▶ [How to complete this task]: The answer must be the full listing, reproduced word for word.

▶ [Supplied material]:
import { afterAll, beforeAll, describe, expect, inject, it } from 'vitest';
import type { Browser, Page } from 'playwright-core';
import { launchBrowser } from './browser.ts';
import { openSite, runSql } from './sitePage.ts';

const CHARTS = ['relation', 'mbh-function', 'lbol-function', 'totals'];

async function waitForSurveyCharts(page: Page): Promise<void> {
  await page.waitForFunction(
    (n) => {
      const mounts = Array.from(document.querySelectorAll('[data-survey-chart]'));
      return mounts.length === n && mounts.every((m) => m.querySelector('svg') || (m.textContent ?? '').includes('could not'));
    },
    CHARTS.length,
    { timeout: 30_000 },
  );
}

describe('population page', () => {
  let browser: Browser;
  beforeAll(async () => {
    browser = await launchBrowser();
  });
  afterAll(async () => {
    await browser?.close();
  });

  it('shows the sentence and its numbers, draws the relation and density charts, and offers the downloads', async () => {
    const site = await openSite(browser, inject('siteUrl'));
    const { page } = site;
    try {
      await page.goto(inject('siteUrl'));
      await page.locator('nav a', { hasText: 'Population' }).click();
      await page.waitForURL('**/population/');
      await expect(page.locator('[data-population-sentence]').textContent()).resolves.toMatch(/^Corrected for selection, (.+ local relation .+\d\.\dσ|.+ \d+\.\d\d dex \(\d+\.\dσ\) (above|below) the local relation ).*; that σ is statistical only: the 0\.3–0\.5 dex systematic uncertainty/);
      await expect(page.locator('[data-fit-numbers] tbody tr').count()).resolves.toBe(10);
      await waitForSurveyCharts(page);
      for (const key of CHARTS) await expect(page.locator(`[data-survey-chart="${key}"] svg`).count(), key).resolves.toBeGreaterThan(0);
      const relation = page.locator('[data-survey-chart="relation"]');
      for (const mark of ['census-catalog-point', 'census-naive-fit', 'census-intrinsic-relation', 'census-intrinsic-relation-band', 'census-local-relation']) {
        await expect(relation.locator(`g.${mark}`).count(), mark).resolves.toBeGreaterThan(0);
      }
      await expect(page.locator('[data-survey-chart="mbh-function"] g.census-density-bin > *').count()).resolves.toBeGreaterThan(3);
      await expect(page.locator('[data-survey-chart="totals"] g.census-published-density-band rect').count()).resolves.toBe(1);
      await expect(page.locator('[data-population-caveats]').textContent()).resolves.toContain('0.3–0.5 dex');

      const links = await page.locator('[data-population-downloads] a').evaluateAll((as) => as.map((a) => (a as HTMLAnchorElement).href));
      expect(links.map((h) => h.split('/').pop())).toEqual(['catalog.population.json', 'catalog.population.parquet', 'catalog.densities.parquet', 'catalog.posterior.parquet']);
      for (const href of links) {
        const res = await page.request.get(href);
        expect(res.status(), href).toBe(200);
        const body = await res.body();
        if (href.endsWith('.json')) expect(JSON.parse(body.toString('utf8')).relation.sentence).toMatch(/^Corrected for selection/);
        // Parquet files begin with the magic "PAR1" (Apache Parquet format specification)
        else expect(body.subarray(0, 4).toString('latin1'), href).toBe('PAR1');
      }
      expect(site.errors).toEqual([]);
      expect(site.foreign()).toEqual([]);
    } finally {
      await site.close();
    }
  });

  it('answers a SQL join of the catalog with the per-object table population', async () => {
    const site = await openSite(browser, inject('siteUrl'));
    const { page } = site;
    try {
      const sql = 'SELECT count(*) AS n FROM census JOIN population USING (id) WHERE population.vmax_cmpc3 > 0';
      await page.goto(new URL('query/', inject('siteUrl')).href);
      await runSql(page, sql, 60_000);
      await page.waitForSelector('table[data-results] tbody tr', { timeout: 60_000 });
      const n = Number(await page.locator('table[data-results] tbody tr').first().locator('td').first().textContent());
      expect(n).toBeGreaterThan(100);
    } finally {
      await site.close();
    }
  });

  it('fits a 390 px wide screen without sideways scrolling', async () => {
    const site = await openSite(browser, inject('siteUrl'));
    const { page } = site;
    try {
      await page.setViewportSize({ width: 390, height: 844 });
      await page.goto(new URL('population/', inject('siteUrl')).href);
      await waitForSurveyCharts(page);
      const overflow = await page.evaluate(() => document.documentElement.scrollWidth - window.innerWidth);
      expect(overflow).toBeLessThanOrEqual(0);
    } finally {
      await site.close();
    }
  });

  it('says plainly that a catalog without a survey block has no population results, and how to add them', async () => {
    const site = await openSite(browser, inject('hostileUrl'));
    const { page } = site;
    try {
      await page.goto(new URL('population/', inject('hostileUrl')).href);
      const text = await page.locator('[data-population-missing]').textContent();
      expect(text).toContain('without a description of its survey');
      expect(text).toContain('dawn-census population -c census.config.yaml');
      await expect(page.locator('[data-survey-chart]').count()).resolves.toBe(0);
      // Visitors are told there are none; the how-to is folded away for the authors, and no page links here.
      await expect(page.locator('[data-population-missing] details.for-authors').getAttribute('open')).resolves.toBeNull();
      await expect(page.locator('nav[aria-label="Site"] a[href$="population/"]').count()).resolves.toBe(0);
      await page.goto(new URL('', inject('hostileUrl')).href);
      await expect(page.locator('nav[aria-label="Site"] a[href$="population/"]').count()).resolves.toBe(0);
      const res = await page.request.get(new URL('data/catalog.population.json', inject('hostileUrl')).href);
      expect(res.status()).toBe(404);
      expect(site.errors).toEqual([]);
    } finally {
      await site.close();
    }
  });
});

▶ [Task solution]:
import { afterAll, beforeAll, describe, expect, inject, it } from 'vitest';
import type { Browser, Page } from 'playwright-core';
import { launchBrowser } from './browser.ts';
import { openSite, runSql } from './sitePage.ts';

const CHARTS = ['relation', 'mbh-function', 'lbol-function', 'totals'];

async function waitForSurveyCharts(page: Page): Promise<void> {
  await page.waitForFunction(
    (n) => {
      const mounts = Array.from(document.querySelectorAll('[data-survey-chart]'));
      return mounts.length === n && mounts.every((m) => m.querySelector('svg') || (m.textContent ?? '').includes('could not'));
    },
    CHARTS.length,
    { timeout: 30_000 },
  );
}

describe('population page', () => {
  let browser: Browser;
  beforeAll(async () => {
    browser = await launchBrowser();
  });
  afterAll(async () => {
    await browser?.close();
  });

  it('shows the sentence and its numbers, draws the relation and density charts, and offers the downloads', async () => {
    const site = await openSite(browser, inject('siteUrl'));
    const { page } = site;
    try {
      await page.goto(inject('siteUrl'));
      await page.locator('nav a', { hasText: 'Population' }).click();
      await page.waitForURL('**/population/');
      await expect(page.locator('[data-population-sentence]').textContent()).resolves.toMatch(/^Corrected for selection, (.+ local relation .+\d\.\dσ|.+ \d+\.\d\d dex \(\d+\.\dσ\) (above|below) the local relation ).*; that σ is statistical only: the 0\.3–0\.5 dex systematic uncertainty/);
      await expect(page.locator('[data-fit-numbers] tbody tr').count()).resolves.toBe(10);
      await waitForSurveyCharts(page);
      for (const key of CHARTS) await expect(page.locator(`[data-survey-chart="${key}"] svg`).count(), key).resolves.toBeGreaterThan(0);
      const relation = page.locator('[data-survey-chart="relation"]');
      for (const mark of ['census-catalog-point', 'census-naive-fit', 'census-intrinsic-relation', 'census-intrinsic-relation-band', 'census-local-relation']) {
        await expect(relation.locator(`g.${mark}`).count(), mark).resolves.toBeGreaterThan(0);
      }
      await expect(page.locator('[data-survey-chart="mbh-function"] g.census-density-bin > *').count()).resolves.toBeGreaterThan(3);
      await expect(page.locator('[data-survey-chart="totals"] g.census-published-density-band rect').count()).resolves.toBe(1);
      await expect(page.locator('[data-population-caveats]').textContent()).resolves.toContain('0.3–0.5 dex');

      const links = await page.locator('[data-population-downloads] a').evaluateAll((as) => as.map((a) => (a as HTMLAnchorElement).href));
      expect(links.map((h) => h.split('/').pop())).toEqual(['catalog.population.json', 'catalog.population.parquet', 'catalog.densities.parquet', 'catalog.posterior.parquet']);
      for (const href of links) {
        const res = await page.request.get(href);
        expect(res.status(), href).toBe(200);
        const body = await res.body();
        if (href.endsWith('.json')) expect(JSON.parse(body.toString('utf8')).relation.sentence).toMatch(/^Corrected for selection/);
        // Parquet files begin with the magic "PAR1" (Apache Parquet format specification)
        else expect(body.subarray(0, 4).toString('latin1'), href).toBe('PAR1');
      }
      expect(site.errors).toEqual([]);
      expect(site.foreign()).toEqual([]);
    } finally {
      await site.close();
    }
  });

  it('answers a SQL join of the catalog with the per-object table population', async () => {
    const site = await openSite(browser, inject('siteUrl'));
    const { page } = site;
    try {
      const sql = 'SELECT count(*) AS n FROM census JOIN population USING (id) WHERE population.vmax_cmpc3 > 0';
      await page.goto(new URL('query/', inject('siteUrl')).href);
      await runSql(page, sql, 60_000);
      await page.waitForSelector('table[data-results] tbody tr', { timeout: 60_000 });
      const n = Number(await page.locator('table[data-results] tbody tr').first().locator('td').first().textContent());
      expect(n).toBeGreaterThan(100);
    } finally {
      await site.close();
    }
  });

  it('fits a 390 px wide screen without sideways scrolling', async () => {
    const site = await openSite(browser, inject('siteUrl'));
    const { page } = site;
    try {
      await page.setViewportSize({ width: 390, height: 844 });
      await page.goto(new URL('population/', inject('siteUrl')).href);
      await waitForSurveyCharts(page);
      const overflow = await page.evaluate(() => document.documentElement.scrollWidth - window.innerWidth);
      expect(overflow).toBeLessThanOrEqual(0);
    } finally {
      await site.close();
    }
  });

  it('says plainly that a catalog without a survey block has no population results, and how to add them', async () => {
    const site = await openSite(browser, inject('hostileUrl'));
    const { page } = site;
    try {
      await page.goto(new URL('population/', inject('hostileUrl')).href);
      const text = await page.locator('[data-population-missing]').textContent();
      expect(text).toContain('without a description of its survey');
      expect(text).toContain('dawn-census population -c census.config.yaml');
      await expect(page.locator('[data-survey-chart]').count()).resolves.toBe(0);
      // Visitors are told there are none; the how-to is folded away for the authors, and no page links here.
      await expect(page.locator('[data-population-missing] details.for-authors').getAttribute('open')).resolves.toBeNull();
      await expect(page.locator('nav[aria-label="Site"] a[href$="population/"]').count()).resolves.toBe(0);
      await page.goto(new URL('', inject('hostileUrl')).href);
      await expect(page.locator('nav[aria-label="Site"] a[href$="population/"]').count()).resolves.toBe(0);
      const res = await page.request.get(new URL('data/catalog.population.json', inject('hostileUrl')).href);
      expect(res.status()).toBe(404);
      expect(site.errors).toEqual([]);
    } finally {
      await site.close();
    }
  });
});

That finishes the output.